[Opening Listed entries section]

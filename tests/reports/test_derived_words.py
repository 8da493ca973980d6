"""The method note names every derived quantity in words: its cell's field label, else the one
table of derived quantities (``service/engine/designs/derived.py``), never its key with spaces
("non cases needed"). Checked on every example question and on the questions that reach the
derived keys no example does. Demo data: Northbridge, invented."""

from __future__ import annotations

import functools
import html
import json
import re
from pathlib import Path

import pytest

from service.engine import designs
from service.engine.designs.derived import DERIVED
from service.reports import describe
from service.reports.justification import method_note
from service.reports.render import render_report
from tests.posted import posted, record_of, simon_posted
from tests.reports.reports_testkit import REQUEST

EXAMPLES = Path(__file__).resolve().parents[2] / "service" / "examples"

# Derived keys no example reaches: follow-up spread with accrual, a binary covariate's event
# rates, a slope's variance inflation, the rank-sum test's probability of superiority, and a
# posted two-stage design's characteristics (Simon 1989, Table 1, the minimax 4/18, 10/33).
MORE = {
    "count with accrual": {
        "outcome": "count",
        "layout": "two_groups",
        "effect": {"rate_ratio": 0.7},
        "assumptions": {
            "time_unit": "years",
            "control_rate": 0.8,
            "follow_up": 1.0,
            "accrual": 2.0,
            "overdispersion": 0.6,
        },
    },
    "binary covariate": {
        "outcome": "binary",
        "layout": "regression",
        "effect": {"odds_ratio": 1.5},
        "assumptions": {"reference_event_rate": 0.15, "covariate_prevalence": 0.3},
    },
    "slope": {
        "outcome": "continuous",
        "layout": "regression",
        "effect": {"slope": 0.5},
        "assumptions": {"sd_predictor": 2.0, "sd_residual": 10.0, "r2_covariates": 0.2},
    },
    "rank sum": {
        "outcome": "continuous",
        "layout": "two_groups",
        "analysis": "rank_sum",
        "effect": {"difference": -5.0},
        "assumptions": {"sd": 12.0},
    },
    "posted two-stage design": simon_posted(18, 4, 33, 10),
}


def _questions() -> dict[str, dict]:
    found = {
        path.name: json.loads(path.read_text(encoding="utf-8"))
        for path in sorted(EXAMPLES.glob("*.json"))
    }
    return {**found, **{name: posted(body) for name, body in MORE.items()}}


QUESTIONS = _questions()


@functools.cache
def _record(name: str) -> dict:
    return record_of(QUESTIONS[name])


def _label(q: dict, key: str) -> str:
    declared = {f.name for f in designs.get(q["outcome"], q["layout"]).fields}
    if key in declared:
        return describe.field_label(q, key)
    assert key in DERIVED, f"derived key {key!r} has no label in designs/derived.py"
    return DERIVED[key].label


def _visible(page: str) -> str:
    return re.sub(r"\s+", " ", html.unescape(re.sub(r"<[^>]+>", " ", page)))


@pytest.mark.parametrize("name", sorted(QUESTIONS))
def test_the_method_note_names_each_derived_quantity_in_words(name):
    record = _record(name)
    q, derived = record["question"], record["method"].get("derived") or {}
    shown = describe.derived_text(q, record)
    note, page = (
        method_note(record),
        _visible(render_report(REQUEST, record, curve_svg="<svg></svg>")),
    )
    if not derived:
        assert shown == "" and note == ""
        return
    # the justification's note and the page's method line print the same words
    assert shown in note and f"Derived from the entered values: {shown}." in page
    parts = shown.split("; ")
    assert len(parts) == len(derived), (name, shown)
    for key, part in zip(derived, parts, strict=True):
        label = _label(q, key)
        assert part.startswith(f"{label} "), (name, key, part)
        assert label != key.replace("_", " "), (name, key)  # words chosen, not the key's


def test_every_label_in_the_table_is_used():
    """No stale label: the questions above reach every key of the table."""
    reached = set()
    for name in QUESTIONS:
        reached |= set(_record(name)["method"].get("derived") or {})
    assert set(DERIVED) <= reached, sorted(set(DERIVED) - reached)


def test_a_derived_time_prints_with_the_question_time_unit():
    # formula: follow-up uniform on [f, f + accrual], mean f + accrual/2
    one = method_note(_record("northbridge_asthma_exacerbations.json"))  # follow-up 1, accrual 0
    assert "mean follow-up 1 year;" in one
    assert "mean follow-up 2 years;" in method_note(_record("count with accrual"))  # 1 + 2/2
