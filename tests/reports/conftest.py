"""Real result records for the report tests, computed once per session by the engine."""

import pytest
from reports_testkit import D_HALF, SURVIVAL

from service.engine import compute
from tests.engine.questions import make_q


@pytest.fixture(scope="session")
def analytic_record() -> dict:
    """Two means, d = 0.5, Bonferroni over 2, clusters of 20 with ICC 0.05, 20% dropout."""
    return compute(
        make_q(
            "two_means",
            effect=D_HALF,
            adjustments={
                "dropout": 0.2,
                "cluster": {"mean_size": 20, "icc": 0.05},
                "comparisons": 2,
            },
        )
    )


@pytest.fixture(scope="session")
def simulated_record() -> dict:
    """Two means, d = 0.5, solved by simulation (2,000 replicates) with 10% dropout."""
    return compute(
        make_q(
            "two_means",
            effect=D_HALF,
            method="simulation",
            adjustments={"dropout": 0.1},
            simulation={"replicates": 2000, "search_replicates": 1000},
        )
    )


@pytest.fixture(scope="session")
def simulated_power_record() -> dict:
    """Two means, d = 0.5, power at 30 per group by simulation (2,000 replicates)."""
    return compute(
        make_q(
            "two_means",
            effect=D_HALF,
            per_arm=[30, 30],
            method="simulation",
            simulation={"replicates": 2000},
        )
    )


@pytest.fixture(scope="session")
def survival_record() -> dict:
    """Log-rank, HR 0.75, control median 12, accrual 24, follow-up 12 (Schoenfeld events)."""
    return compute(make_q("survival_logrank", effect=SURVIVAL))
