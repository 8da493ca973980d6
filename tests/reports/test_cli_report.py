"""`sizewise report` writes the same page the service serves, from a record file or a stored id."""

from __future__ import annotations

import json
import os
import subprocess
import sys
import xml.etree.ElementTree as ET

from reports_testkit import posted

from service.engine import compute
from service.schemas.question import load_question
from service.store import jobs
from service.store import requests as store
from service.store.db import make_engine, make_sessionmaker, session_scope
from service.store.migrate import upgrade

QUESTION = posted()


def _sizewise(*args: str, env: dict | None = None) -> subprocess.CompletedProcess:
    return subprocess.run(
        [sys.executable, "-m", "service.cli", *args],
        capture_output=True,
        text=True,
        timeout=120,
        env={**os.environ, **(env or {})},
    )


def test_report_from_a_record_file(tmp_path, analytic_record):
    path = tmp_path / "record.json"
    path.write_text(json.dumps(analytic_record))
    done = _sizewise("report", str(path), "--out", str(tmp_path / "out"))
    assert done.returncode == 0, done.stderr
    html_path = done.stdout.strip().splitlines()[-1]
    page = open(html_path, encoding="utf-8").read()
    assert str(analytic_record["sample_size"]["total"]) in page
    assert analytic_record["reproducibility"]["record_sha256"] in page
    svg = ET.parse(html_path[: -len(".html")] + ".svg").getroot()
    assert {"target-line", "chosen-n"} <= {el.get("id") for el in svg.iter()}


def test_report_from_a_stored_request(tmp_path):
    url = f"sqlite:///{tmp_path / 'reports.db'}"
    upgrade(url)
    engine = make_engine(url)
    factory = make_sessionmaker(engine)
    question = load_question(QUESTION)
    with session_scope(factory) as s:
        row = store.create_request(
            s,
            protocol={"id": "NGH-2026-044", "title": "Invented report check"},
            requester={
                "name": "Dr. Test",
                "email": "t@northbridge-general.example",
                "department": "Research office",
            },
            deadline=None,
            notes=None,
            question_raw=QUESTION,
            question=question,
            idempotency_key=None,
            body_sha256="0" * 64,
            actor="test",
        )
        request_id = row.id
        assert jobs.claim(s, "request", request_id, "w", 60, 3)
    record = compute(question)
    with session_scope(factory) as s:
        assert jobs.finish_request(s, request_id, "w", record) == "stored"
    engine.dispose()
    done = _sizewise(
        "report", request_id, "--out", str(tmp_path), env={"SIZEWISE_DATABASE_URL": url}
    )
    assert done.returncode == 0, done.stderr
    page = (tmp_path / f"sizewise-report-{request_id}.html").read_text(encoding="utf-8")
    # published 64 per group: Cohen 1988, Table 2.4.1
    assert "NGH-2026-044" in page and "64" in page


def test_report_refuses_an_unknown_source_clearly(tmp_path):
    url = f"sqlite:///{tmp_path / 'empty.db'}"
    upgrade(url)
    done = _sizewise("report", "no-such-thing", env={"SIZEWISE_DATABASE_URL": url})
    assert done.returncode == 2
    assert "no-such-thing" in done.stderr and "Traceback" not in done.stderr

[Closing Listed entries section]

**Requirement**
Please return every line from the first one in the records above down to the line containing "from tests.reports.reports_testkit import", including both, exactly as written and nothing more.

**Response box**
filename tests/reports/test_derived_words.py
repository 8da493ca973980d6
"""The method note names every derived quantity in words: its cell's field label, else the one
table of derived quantities (``service/engine/designs/derived.py``), never its key with spaces
("non cases needed"). Checked on every example question and on the questions that reach the
derived keys no example does. Demo data: Northbridge, invented."""

from __future__ import annotations

import functools
import html
import json
import re
from pathlib import Path

import pytest

from service.engine import designs
from service.engine.designs.derived import DERIVED
from service.reports import describe
from service.reports.justification import method_note
from service.reports.render import render_report
from tests.posted import posted, record_of, simon_posted
from tests.reports.reports_testkit import REQUEST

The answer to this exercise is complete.